== Segment start ==

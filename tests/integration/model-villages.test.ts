import { afterAll, beforeAll, describe, expect, it } from 'vitest'
import type { ModelRunDetail, ModelRunSummary } from '../../shared/types/models'
import { closeTestDatabase, testDatabase } from '../support/database'
import { type Client, demoUser, freshClient } from '../support/server'

// The village treatment chosen in the builder, through the real routes, worker and MariaDB (demo round: 24 villages).
let coordinator: Client
let roundId: number
const covariates = [{ key: 'dealer_distance_km' }, { key: 'extension_contact' }]

beforeAll(async () => {
  testDatabase()
  coordinator = freshClient()
  await coordinator.signIn(demoUser('coordinator').email)
  const rounds = await coordinator.get<Array<{ id: number }>>('/api/rounds')
  roundId = Math.min(...rounds.body.map(r => r.id))
})
afterAll(closeTestDatabase)

describe('villages in the model', () => {
  it('the preview counts the villages so the builder can warn about too few', async () => {
    const preview = await coordinator.post<{ villages: number }>('/api/models/preview', { roundId, covariates, villages: 'random-intercept' })
    expect(preview.status).toBe(200)
    expect(preview.body.villages).toBe(24)
  })

  it('fits a village random intercept and stores σ, ρ, the LR test and one prediction per village', async () => {
    const started = await coordinator.post<ModelRunSummary>('/api/models', { roundId, covariates, villages: 'random-intercept' })
    expect(started.status).toBe(202)
    let run: ModelRunDetail | null = null
    for (let i = 0; i < 240 && (!run || run.status === 'running'); i++) {
      if (run) await new Promise(resolve => setTimeout(resolve, 250))
      run = (await coordinator.get<ModelRunDetail>(`/api/models/${started.body.id}`)).body
    }
    expect(run!.status, JSON.stringify(run!.error)).toBe('done')
    const r = run!.results!
    expect(r.villageTreatment).toBe('random-intercept')
    expect(r.randomIntercept!.sigma.estimate).toBeGreaterThan(0)
    expect(r.randomIntercept!.rho.estimate).toBeCloseTo(r.randomIntercept!.sigma.estimate ** 2 / (r.randomIntercept!.sigma.estimate ** 2 + 1), 12)
    expect(r.villages).toHaveLength(24)
    expect(r.randomIntercept!.villageEffects).toHaveLength(24)
  })

  it('refuses a sampling plan without weights and a village random intercept with another link, with the field named', async () => {
    const survey = await coordinator.post<{ data?: { fieldErrors?: Record<string, string> } }>('/api/models', { roundId, covariates, villages: 'survey' })
    expect(survey.status).toBe(400)
    expect(JSON.stringify(survey.body)).toContain('weights')
    const ri = await coordinator.post('/api/models', { roundId, covariates, villages: 'random-intercept', link: 'cloglog' })
    expect(ri.status).toBe(400)
    expect(JSON.stringify(ri.body)).toContain('probit or logit')
  })
})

== Segment end ==

Exercise
Transcribe the records above from the line holding "expect(run!.status, JSON.stringify(run!.error)).toBe('done')" down to the line holding "expect(r.randomIntercept!.sigma.estimate).toBeGreaterThan(0)", inclusive, without adding anything.

Your solution
    expect(run!.status, JSON.stringify(run!.error)).toBe('done')
    const r = run!.results!
    expect(r.villageTreatment).toBe('random-intercept')
    expect(r.randomIntercept!.sigma.estimate).toBeGreaterThan(0)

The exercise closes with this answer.